Better proportionate imo.


----------



## sdotlow (Jul 15, 2018)

Simple and beautiful. Congrats!


----------



## nhlducks35 (Nov 26, 2017)

How's the weight?


----------



## bitethattire (Apr 17, 2014)

Congrats! Looks great!


----------



## Sabeking (Aug 5, 2013)

Is that a 37?


----------



## OkiFrog (Dec 25, 2009)

nhlducks35 said:


> How's the weight?


It's very comfortable and weighs 128 grams.

Sent from my iPad using Tapatalk


----------



## OkiFrog (Dec 25, 2009)

Sabeking said:


> Is that a 37?


Yes it's 37mm. I'm used to wearing larger watches and was concerned at first about it wearing too small, but I think it's perfect for me.

Sent from my iPad using Tapatalk


----------



## RabiesVax (Aug 28, 2015)

really beautiful! Looks perfect. New watch day/week/month is always the best


----------



## OkiFrog (Dec 25, 2009)

I'm really loving this.

Sent from my iPad using Tapatalk


----------



## dannyking (Feb 9, 2013)

OkiFrog said:


> My SBGX261 arrived today and I'm really impressed with the quality. Here's a photo on my 7.5 inch wrist. I was concerned it might be too small, but I think it's fine. Thanks for looking.
> 
> 
> 
> ...


Awesome watch. Love the black horsehide dial. Do you know by any chance what is the retail of this?


----------



## OkiFrog (Dec 25, 2009)

dannyking said:


> Awesome watch. Love the black horsehide dial. Do you know by any chance what is the retail of this?

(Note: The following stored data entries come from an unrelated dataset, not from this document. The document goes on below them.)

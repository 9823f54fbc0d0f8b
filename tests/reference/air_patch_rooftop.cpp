#include "tests/reference/air_patch_rooftop.hpp"

#include <Eigen/LU>
#include <algorithm>
#include <array>
#include <cmath>
#include <cstdlib>

#include "solver/constants.hpp"

namespace panelwright::test {
namespace {

using Complex = std::complex<double>;
using solver::pi;

/// Fourfold antiderivative of 1/R, twice by x and twice by y. P. S. Excell et al. give it for the capacitance
/// of plates; it is easily checked by differentiation.
double antiderivative(double x, double y, double z) {
    const double r = std::sqrt(x * x + y * y + z * z);
    const double log_x = x + r > 0.0 ? std::log(x + r) : 0.0;
    const double log_y = y + r > 0.0 ? std::log(y + r) : 0.0;
    const double angle = z == 0.0 ? 0.0 : x * y * z * std::atan2(x * y, z * r);
    return 0.5 * x * (y * y - z * z) * log_x + 0.5 * y * (x * x - z * z) * log_y -
           r * (x * x + y * y - 2.0 * z * z) / 6.0 - angle;
}

/// Mean of 1/R between two cells (x, y) apart in planes z apart.
double mean_inverse_distance(double x, double y, double z, double dx, double dy) {
    constexpr std::array<double, 3> second_difference{1.0, -2.0, 1.0};
    double sum = 0.0;
    for (int i = -1; i <= 1; ++i)
        for (int j = -1; j <= 1; ++j)
            sum += second_difference[static_cast<std::size_t>(i + 1)] *
                   second_difference[static_cast<std::size_t>(j + 1)] *
                   antiderivative(x + i * dx, y + j * dy, z);
    return sum / (dx * dx * dy * dy);
}

/// Reaction of an upright current sheet of `width` and `height` on the plane with itself, its image included,
/// for unit current: the integral over z in (0, h) and z' in (-h, h) of exp(-jkR)/(4 pi R), averaged over
/// both places across. 1/R is integrated along z exactly, the rest of the exponential taken as its first term
/// -jk.
Complex upright_reaction(double wavenumber, double width, double height) {
    constexpr int strips = 400;  // midpoint rule across, the logarithm at no distance included: 0.1 %
    const double bar = 2.0 * height;
    double sum = 0.0;
    for (int s = 0; s < strips; ++s) {
        const double apart = width * (s + 0.5) / strips;
        const double share =
            2.0 * (1.0 - apart / width) / strips;  // how often two places stand that far apart
        sum += share * (bar * std::asinh(bar / apart) - std::sqrt(bar * bar + apart * apart) + apart);
    }
    return Complex(sum, -wavenumber * height * bar) / (4.0 * pi);
}

/// Resonance on one grid: the peak of a parabola through three samples of 1/R, sought three times.
RooftopResonance resonance_on_grid(double length, double width, double height, double guess, int across) {
    const RooftopSheet sheet = rectangle_sheet(length, width, height, across);
    const RooftopFeed feed{across / 5, static_cast<int>((sheet.metal.cols() - 1) / 2)};
    const Rooftop patch(sheet);
    RooftopResonance found{guess, 0.0};
    for (const double step : {0.04, 0.02, 0.01}) {
        std::array<double, 3> inverse{};
        for (int i = -1; i <= 1; ++i) {
            const double k = 2.0 * pi * found.frequency * (1.0 + i * step) / solver::speed_of_light;
            inverse[static_cast<std::size_t>(i + 1)] = 1.0 / patch.impedance(k, feed).real();
        }
        const double curvature = (inverse[0] - 2.0 * inverse[1] + inverse[2]) / (2.0 * step * step);
        const double slope = (inverse[2] - inverse[0]) / (2.0 * step);
        const double least = inverse[1] - slope * slope / (4.0 * curvature);
        // 1/R = (1 + (2 Q detuning)^2) / R0.
        found = {found.frequency * (1.0 - slope / (2.0 * curvature)), 0.5 * std::sqrt(curvature / least)};
    }
    return found;
}

}  // namespace

RooftopSheet rectangle_sheet(double length, double width, double height, int across) {
    const int rows = std::max(4, static_cast<int>(std::lround(across * width / length)));
    return {length / across, width / rows, height, Eigen::ArrayXX<bool>::Constant(across, rows, true)};
}

Rooftop::Rooftop(RooftopSheet sheet) : sheet_(std::move(sheet)) {
    const int nx = static_cast<int>(sheet_.metal.rows());
    const int ny = static_cast<int>(sheet_.metal.cols());
    static_part_.resize(nx, ny);
    for (int i = 0; i < nx; ++i)
        for (int j = 0; j < ny; ++j)
            static_part_(i, j) =
                mean_inverse_distance(i * sheet_.dx, j * sheet_.dy, 0.0, sheet_.dx, sheet_.dy) -
                mean_inverse_distance(i * sheet_.dx, j * sheet_.dy, 2.0 * sheet_.height, sheet_.dx,
                                      sheet_.dy);
    // One of each mirrored pair is enough; a current across the mirror plane itself cannot flow.
    for (int i = 0; i < nx; ++i)
        for (int j = 0; j < ny; ++j) {
            if (!sheet_.metal(i, j)) continue;
            if (i + 1 < nx && sheet_.metal(i + 1, j) && 2 * j <= ny - 1)
                bases_.push_back({i, j, true, 2 * j != ny - 1});
            if (j + 1 < ny && sheet_.metal(i, j + 1) && 2 * (j + 1) < ny)
                bases_.push_back({i, j, false, true});
        }
}

Eigen::ArrayXXcd Rooftop::kernel(double wavenumber) const {
    Eigen::ArrayXXcd g(static_part_.rows(), static_part_.cols());
    for (Eigen::Index i = 0; i < g.rows(); ++i)
        for (Eigen::Index j = 0; j < g.cols(); ++j) {
            const double apart =
                std::hypot(static_cast<double>(i) * sheet_.dx, static_cast<double>(j) * sheet_.dy);
            const auto rest = [&](double r) {
                return r > 0.0 ? (std::polar(1.0, -wavenumber * r) - 1.0) / r : Complex(0.0, -wavenumber);
            };
            g(i, j) = (static_part_(i, j) + rest(apart) - rest(std::hypot(apart, 2.0 * sheet_.height))) /
                      (4.0 * pi);
        }
    return g;
}

Rooftop::Basis Rooftop::mirror(const Basis& basis) const {
    const int last = static_cast<int>(sheet_.metal.cols()) - 1;
    return {basis.i, basis.along_x ? last - basis.j : last - 1 - basis.j, basis.along_x, basis.mirrored};
}

Complex Rooftop::reaction(const Basis& a, const Basis& b, const Eigen::ArrayXXcd& g,
                          double wavenumber) const {
    const auto between = [&](int i, int j) { return g(std::abs(i), std::abs(j)); };
    // Charge of a rooftop: plus on its first cell, minus on its second, as much as its width.
    const double charges = (a.along_x ? sheet_.dy : sheet_.dx) * (b.along_x ? sheet_.dy : sheet_.dx);
    Complex charge_part = 0.0;
    for (const int end_a : {0, 1})
        for (const int end_b : {0, 1}) {
            const int i = (a.i + (a.along_x ? end_a : 0)) - (b.i + (b.along_x ? end_b : 0));
            const int j = (a.j + (a.along_x ? 0 : end_a)) - (b.j + (b.along_x ? 0 : end_b));
            charge_part += (end_a == end_b ? 1.0 : -1.0) * between(i, j);
        }
    const double area = sheet_.dx * sheet_.dy;
    const Complex current_part = a.along_x == b.along_x ? area * area * between(a.i - b.i, a.j - b.j) : 0.0;
    return Complex(0.0, wavenumber * solver::vacuum_impedance) *
           (current_part - charges * charge_part / (wavenumber * wavenumber));
}

Complex Rooftop::impedance(double wavenumber, const RooftopFeed& feed) const {
    const Eigen::ArrayXXcd g = kernel(wavenumber);
    const auto n = static_cast<Eigen::Index>(bases_.size());
    const int last = static_cast<int>(sheet_.metal.cols()) - 1;
    const int fed = last + 1 - 2 * feed.from;
    const Complex per_charge =
        solver::vacuum_impedance / Complex(0.0, wavenumber);  // potential of unit current's charge
    const auto potential = [&](int i, int j) {                // of the feed's charge, mean over a cell
        Complex sum = 0.0;
        for (int c = feed.from; c <= last - feed.from; ++c) sum += g(std::abs(i - feed.i), std::abs(j - c));
        return per_charge * sum / static_cast<double>(fed);
    };
    Eigen::MatrixXcd matrix(n, n);
    Eigen::VectorXcd driven(n);
#pragma omp parallel for schedule(dynamic, 16)
    for (Eigen::Index b = 0; b < n; ++b) {
        const Basis& source = bases_[static_cast<std::size_t>(b)];
        const double parity = source.along_x ? 1.0 : -1.0;
        for (Eigen::Index a = 0; a < n; ++a) {
            const Basis& test = bases_[static_cast<std::size_t>(a)];
            matrix(a, b) = reaction(test, source, g, wavenumber);
            if (source.mirrored) matrix(a, b) += parity * reaction(test, mirror(source), g, wavenumber);
        }
        const double width = source.along_x ? sheet_.dy : sheet_.dx;
        driven(b) = width * (potential(source.i, source.j) - potential(source.i + (source.along_x ? 1 : 0),
                                                                       source.j + (source.along_x ? 0 : 1)));
    }
    const Eigen::VectorXcd currents = matrix.partialPivLu().solve(driven);
    Complex voltage = 0.0;
    for (Eigen::Index a = 0; a < n; ++a)
        voltage -= (bases_[static_cast<std::size_t>(a)].mirrored ? 2.0 : 1.0) * driven(a) * currents(a);
    for (int c = feed.from; c <= last - feed.from; ++c)
        voltage += potential(feed.i, c) / static_cast<double>(fed);
    return voltage + Complex(0.0, wavenumber * solver::vacuum_impedance) *
                         upright_reaction(wavenumber, fed * sheet_.dy, sheet_.height);
}

RooftopResonance rooftop_resonance(double length, double width, double height, double guess) {
    const RooftopResonance coarse = resonance_on_grid(length, width, height, guess, 16);
    const RooftopResonance fine = resonance_on_grid(length, width, height, coarse.frequency, 24);
    // Error in proportion to the cell: 1/16 and 1/24 extrapolate to 0 with weights -2 and 3.
    return {3.0 * fine.frequency - 2.0 * coarse.frequency, 3.0 * fine.quality - 2.0 * coarse.quality};
}

}  // namespace panelwright::test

You can find them for around $1,700.00. I got mine from Seiya Japan, they were great.

Sent from my iPad using Tapatalk


----------



## dannyking (Feb 9, 2013)

OkiFrog said:


> You can find them for around $1,700.00. I got mine from Seiya Japan, they were great.
> 
> Sent from my iPad using Tapatalk


A good GS at $1700 looks like a steal. Thanks for the suggestion, let me check Seiya Japan!

Sent from my iPhone using Tapatalk


----------